▶ **REQUIRED ACTION**
Start at the first line of the material. Repeat each line exactly through the one containing "export class EquipmentAndTemplates1764640800000", then stop.

▶ **RAW DATA**
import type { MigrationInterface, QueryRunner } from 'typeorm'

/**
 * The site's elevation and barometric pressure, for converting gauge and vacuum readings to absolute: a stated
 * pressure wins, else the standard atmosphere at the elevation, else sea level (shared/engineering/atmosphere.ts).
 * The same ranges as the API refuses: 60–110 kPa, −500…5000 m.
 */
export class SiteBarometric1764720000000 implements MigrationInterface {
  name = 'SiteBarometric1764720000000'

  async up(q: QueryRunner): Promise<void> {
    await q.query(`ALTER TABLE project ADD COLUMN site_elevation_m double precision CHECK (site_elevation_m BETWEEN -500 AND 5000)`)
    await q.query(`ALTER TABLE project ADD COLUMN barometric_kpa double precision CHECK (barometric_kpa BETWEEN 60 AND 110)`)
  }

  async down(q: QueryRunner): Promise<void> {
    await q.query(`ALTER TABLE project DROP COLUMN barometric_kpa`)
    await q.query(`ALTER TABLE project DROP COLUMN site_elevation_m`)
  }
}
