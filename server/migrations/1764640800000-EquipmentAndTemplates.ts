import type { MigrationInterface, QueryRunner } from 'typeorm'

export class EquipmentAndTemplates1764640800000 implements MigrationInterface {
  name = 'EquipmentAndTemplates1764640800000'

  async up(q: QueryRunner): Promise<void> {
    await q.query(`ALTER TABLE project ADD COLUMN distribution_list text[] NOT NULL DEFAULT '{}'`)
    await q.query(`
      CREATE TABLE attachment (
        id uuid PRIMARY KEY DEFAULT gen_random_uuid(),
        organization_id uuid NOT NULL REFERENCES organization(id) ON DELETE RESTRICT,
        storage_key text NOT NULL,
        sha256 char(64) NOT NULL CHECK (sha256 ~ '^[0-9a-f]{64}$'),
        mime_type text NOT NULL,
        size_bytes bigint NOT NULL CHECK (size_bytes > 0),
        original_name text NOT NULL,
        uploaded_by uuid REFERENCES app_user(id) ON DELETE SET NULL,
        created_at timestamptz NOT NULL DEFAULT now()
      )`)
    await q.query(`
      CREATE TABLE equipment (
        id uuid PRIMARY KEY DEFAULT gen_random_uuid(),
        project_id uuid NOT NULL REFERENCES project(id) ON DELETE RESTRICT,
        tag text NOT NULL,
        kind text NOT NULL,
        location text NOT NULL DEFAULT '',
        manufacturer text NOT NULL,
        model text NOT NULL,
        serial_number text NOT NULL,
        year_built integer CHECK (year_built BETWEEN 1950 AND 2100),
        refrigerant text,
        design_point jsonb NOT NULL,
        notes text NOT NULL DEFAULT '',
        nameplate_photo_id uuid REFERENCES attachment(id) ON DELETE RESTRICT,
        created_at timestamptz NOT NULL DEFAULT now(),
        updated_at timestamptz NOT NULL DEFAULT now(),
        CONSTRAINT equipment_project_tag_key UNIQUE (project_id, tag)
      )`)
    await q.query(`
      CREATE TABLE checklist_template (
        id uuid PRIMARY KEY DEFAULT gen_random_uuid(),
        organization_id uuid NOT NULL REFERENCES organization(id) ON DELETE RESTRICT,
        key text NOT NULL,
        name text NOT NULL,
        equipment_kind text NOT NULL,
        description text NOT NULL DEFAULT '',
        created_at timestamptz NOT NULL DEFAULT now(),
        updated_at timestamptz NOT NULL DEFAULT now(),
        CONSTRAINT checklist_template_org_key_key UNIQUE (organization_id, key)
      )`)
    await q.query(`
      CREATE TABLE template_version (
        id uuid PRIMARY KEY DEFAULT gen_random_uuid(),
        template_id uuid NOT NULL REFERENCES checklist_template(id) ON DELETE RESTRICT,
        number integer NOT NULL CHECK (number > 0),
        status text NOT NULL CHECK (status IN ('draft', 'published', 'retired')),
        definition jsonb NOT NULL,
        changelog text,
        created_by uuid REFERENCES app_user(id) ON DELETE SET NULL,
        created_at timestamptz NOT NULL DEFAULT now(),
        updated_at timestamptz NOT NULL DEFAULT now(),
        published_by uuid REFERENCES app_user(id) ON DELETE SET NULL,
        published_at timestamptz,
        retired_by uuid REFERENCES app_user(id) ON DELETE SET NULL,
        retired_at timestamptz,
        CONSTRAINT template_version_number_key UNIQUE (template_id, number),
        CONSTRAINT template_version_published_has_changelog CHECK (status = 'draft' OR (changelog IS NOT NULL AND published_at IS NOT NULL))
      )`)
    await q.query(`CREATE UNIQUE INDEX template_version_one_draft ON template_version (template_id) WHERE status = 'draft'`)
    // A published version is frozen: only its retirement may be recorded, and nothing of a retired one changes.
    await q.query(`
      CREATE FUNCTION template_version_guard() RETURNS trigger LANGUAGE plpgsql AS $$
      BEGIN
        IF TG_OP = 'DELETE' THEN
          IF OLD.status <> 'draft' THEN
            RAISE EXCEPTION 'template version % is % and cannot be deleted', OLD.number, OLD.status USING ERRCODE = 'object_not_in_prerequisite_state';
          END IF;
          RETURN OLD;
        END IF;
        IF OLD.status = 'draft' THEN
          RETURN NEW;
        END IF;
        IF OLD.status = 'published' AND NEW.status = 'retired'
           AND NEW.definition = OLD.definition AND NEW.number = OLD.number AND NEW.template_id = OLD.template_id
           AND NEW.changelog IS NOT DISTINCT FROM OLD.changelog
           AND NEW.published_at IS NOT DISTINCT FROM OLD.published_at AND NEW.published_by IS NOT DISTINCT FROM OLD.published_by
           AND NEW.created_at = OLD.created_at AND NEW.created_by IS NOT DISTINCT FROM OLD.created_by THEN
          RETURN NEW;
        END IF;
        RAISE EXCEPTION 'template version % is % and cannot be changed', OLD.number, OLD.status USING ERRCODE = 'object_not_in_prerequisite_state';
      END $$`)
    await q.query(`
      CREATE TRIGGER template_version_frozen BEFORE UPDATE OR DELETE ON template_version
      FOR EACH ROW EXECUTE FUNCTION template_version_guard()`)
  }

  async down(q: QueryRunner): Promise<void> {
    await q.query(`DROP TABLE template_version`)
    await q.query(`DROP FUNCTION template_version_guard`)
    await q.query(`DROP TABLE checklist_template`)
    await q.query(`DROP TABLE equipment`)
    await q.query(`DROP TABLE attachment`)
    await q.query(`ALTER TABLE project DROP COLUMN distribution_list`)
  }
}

▶ **SOLUTION TO THE EXERCISE**
import type { MigrationInterface, QueryRunner } from 'typeorm'

/**
 * The site's elevation and barometric pressure, for converting gauge and vacuum readings to absolute: a stated
 * pressure wins, else the standard atmosphere at the elevation, else sea level (shared/engineering/atmosphere.ts).
 * The same ranges as the API refuses: 60–110 kPa, −500…5000 m.
 */
export class SiteBarometric1764720000000 implements MigrationInterface {
  name = 'SiteBarometric1764720000000'

  async up(q: QueryRunner): Promise<void> {
    await q.query(`ALTER TABLE project ADD COLUMN site_elevation_m double precision CHECK (site_elevation_m BETWEEN -500 AND 5000)`)
    await q.query(`ALTER TABLE project ADD COLUMN barometric_kpa double precision CHECK (barometric_kpa BETWEEN 60 AND 110)`)
  }

  async down(q: QueryRunner): Promise<void> {
    await q.query(`ALTER TABLE project DROP COLUMN barometric_kpa`)
    await q.query(`ALTER TABLE project DROP COLUMN site_elevation_m`)
  }
}
filename server/migrations/1764640800000-EquipmentAndTemplates.ts
import type { MigrationInterface, QueryRunner } from 'typeorm'

export class EquipmentAndTemplates1764640800000 implements MigrationInterface {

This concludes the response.